O ato de embalar os talheres num bar, lanchonete e restaurante traz em si vários processos de “bastidores”. É necessário comprar a embalagem, embalar os talheres e, a cada saquinho rasgado ou amassado, recolhê-los com agilidade, visto que muitos vão parar no chão dos estabelecimentos.  

Segundo estimativas da Abrasel, um funcionário gasta, em média, uma hora para embalar 300 talheres. Na conta do desnecessário hábito das embalagens para garfo e faca, entram os gastos com o material, mas não só. É preciso somar também o tempo gasto com a compra das famigeradas sacolinhas e a hora de trabalho desse funcionário – isso sem falar no custo para o meio ambiente. 

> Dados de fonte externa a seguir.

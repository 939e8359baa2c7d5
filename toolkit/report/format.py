"""The toolkit's one number formatter and one JSON converter.

:func:`fmt` turns a value into the text a table, a summary or a check shows
(numbers to a given count of significant figures); :func:`plain` turns a value
into plain JSON data (numpy to Python, tuples to lists, objects with
``to_dict()`` to dicts), with one rule for NaN and infinity;
:func:`json_text` writes such data as the indented UTF-8 JSON the reports use.
"""
from __future__ import annotations

import json
import math
import numbers

import numpy as np

from toolkit.errors import InputError

__all__ = ["fmt", "plain", "first_non_finite", "json_text"]


def fmt(v, digits=4) -> str:
    """``v`` as text, numbers to ``digits`` significant figures.

    * ``bool``, ``None`` and strings: as they are (a string is never read as a number);
    * integers (Python or numpy): every digit, ``12000000``;
    * other real numbers: ``f"{x:.{digits}g}"``; a zero of either sign is ``"0"``,
      NaN ``"nan"``, infinity ``"inf"``;
    * numpy arrays: numpy's array text (at most 8 entries shown, the rest elided),
      floating entries to ``digits`` significant figures;
    * anything else: ``str(v)``.

    >>> fmt(123.456789), fmt(123.456789, 6), fmt(-0.0), fmt(7), fmt("S355")
    ('123.5', '123.457', '0', '7', 'S355')
    """
    if isinstance(v, (bool, str)) or v is None:
        return str(v)
    if isinstance(v, numbers.Integral):
        return str(int(v))
    if isinstance(v, np.ndarray):
        if v.dtype.kind == "f":
            return np.array2string(v, threshold=8, separator=" ",
                                   formatter={"float_kind": lambda x: f"{x:.{digits}g}"})
        return np.array2string(v, threshold=8)
    if isinstance(v, numbers.Real):
        x = float(v)
        return "0" if x == 0 else f"{x:.{digits}g}"
    return str(v)


def plain(v, where="value"):
    """A copy of ``v`` that :func:`json.dumps` writes as strict JSON.

    Numpy scalars and arrays become Python numbers and lists, tuples become
    lists, dict keys become strings, an object with a ``to_dict()`` method
    becomes that dict; ``bool``, ``None``, strings, ints and floats stay.

    Non-finite numbers: JSON has no NaN or infinity, so they become the strings
    ``"nan"``, ``"inf"`` and ``"-inf"``.  The data stays readable by any JSON
    reader and says plainly what the number was (an S-N curve's life below its
    cut-off is legitimately infinite).  A record that must hold finite numbers
    (the workbook summary) refuses them before converting, with
    :func:`first_non_finite`.

    Raises ValueError (naming ``where``) for a value of any other type.
    """
    if isinstance(v, (bool, str)) or v is None:
        return v
    if isinstance(v, numbers.Integral):
        return int(v)
    if isinstance(v, numbers.Real):
        x = float(v)
        if math.isfinite(x):
            return x
        return "inf" if x > 0 else ("-inf" if x < 0 else "nan")
    if isinstance(v, dict):
        return {str(k): plain(x, where) for k, x in v.items()}
    if isinstance(v, (list, tuple)):
        return [plain(x, where) for x in v]
    if hasattr(v, "tolist") and hasattr(v, "dtype"):  # numpy array or scalar
        return plain(v.tolist(), where)
    if callable(getattr(v, "to_dict", None)):
        return plain(v.to_dict(), where)
    raise InputError(f"{where}: cannot store a {type(v).__name__} in JSON")


def first_non_finite(v):
    """The first NaN or infinity in ``v`` (searched as :func:`plain` converts it), or None."""
    if isinstance(v, (bool, str)) or v is None:
        return None
    if isinstance(v, numbers.Real):
        x = float(v)
        return None if math.isfinite(x) else x
    if isinstance(v, dict):
        v = list(v.values())
    elif hasattr(v, "tolist") and hasattr(v, "dtype"):
        v = v.tolist()
        v = v if isinstance(v, list) else [v]
    elif callable(getattr(v, "to_dict", None)):
        v = list(v.to_dict().values())
    if isinstance(v, (list, tuple)):
        for x in v:
            bad = first_non_finite(x)
            if bad is not None:
                return bad
    return None


def json_text(data) -> str:
    """``data`` (already :func:`plain`) as indented UTF-8 JSON with a final newline;
    a bare NaN or infinity is refused (ValueError), never written."""
    return json.dumps(data, indent=2, ensure_ascii=False, allow_nan=False) + "\n"
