"""Layer 5: what a reader sees.  One number formatter and one JSON converter,
tables, the summary record, all matplotlib drawing (objects' ``.plot()``
methods delegate here), the path widget and the steps the workbooks share."""
from toolkit.report.format import first_non_finite, fmt, json_text, plain
from toolkit.report.summary import SUMMARY_METADATA_KEY, Summary, inputs_hash, read_summary
from toolkit.report.tables import HEADLESS_ENV, Table, footer, headless, inputs_table

__all__ = ["Table", "fmt", "plain", "first_non_finite", "json_text", "inputs_table", "footer", "headless",
           "HEADLESS_ENV", "Summary", "inputs_hash", "read_summary", "SUMMARY_METADATA_KEY"]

No Alecrim Sabor & Saúde, em Porto Alegre (RS), o custo de mão de obra também pesou na decisão de abandonar os saquinhos. O proprietário do restaurante, Anor Filipi, conta que, além da compra do material, a equipe precisava dedicar parte da rotina para embalar os talheres antes da abertura do buffet. Como os saquinhos são leves, muitos ainda acabavam no chão ao longo do atendimento, o que aumentava o trabalho operacional. 

“A gente tinha que colocar, todos os dias, colher de sopa, colher de sobremesa, garfo e faca dentro do saquinho antes de abrir o buffet. Isso tomava tempo das funcionárias e ainda gerava desperdício, porque muitas vezes o cliente não usava todos os itens e tudo precisava voltar para a lavagem. Quando passamos a deixar os talheres higienizados e separados em caixas, o processo ficou mais ágil, reduziu custos e liberou mais tempo da equipe”, afirma. 

De norte a sul do país, empresários do setor têm revisto o uso de embalagens para envolver talheres. O hábito, incorporado durante a pandemia, hoje é questionado por não representar ganho efetivo de segurança, ao mesmo tempo em que amplia a geração de resíduos, eleva custos operacionais e consome tempo de trabalho das equipes.  

Em meio à busca por processos mais eficientes e sustentáveis, cresce a percepção de que higiene e organização podem ser garantidas por alternativas mais simples, sem recorrer ao plástico de uso único ou ao papel.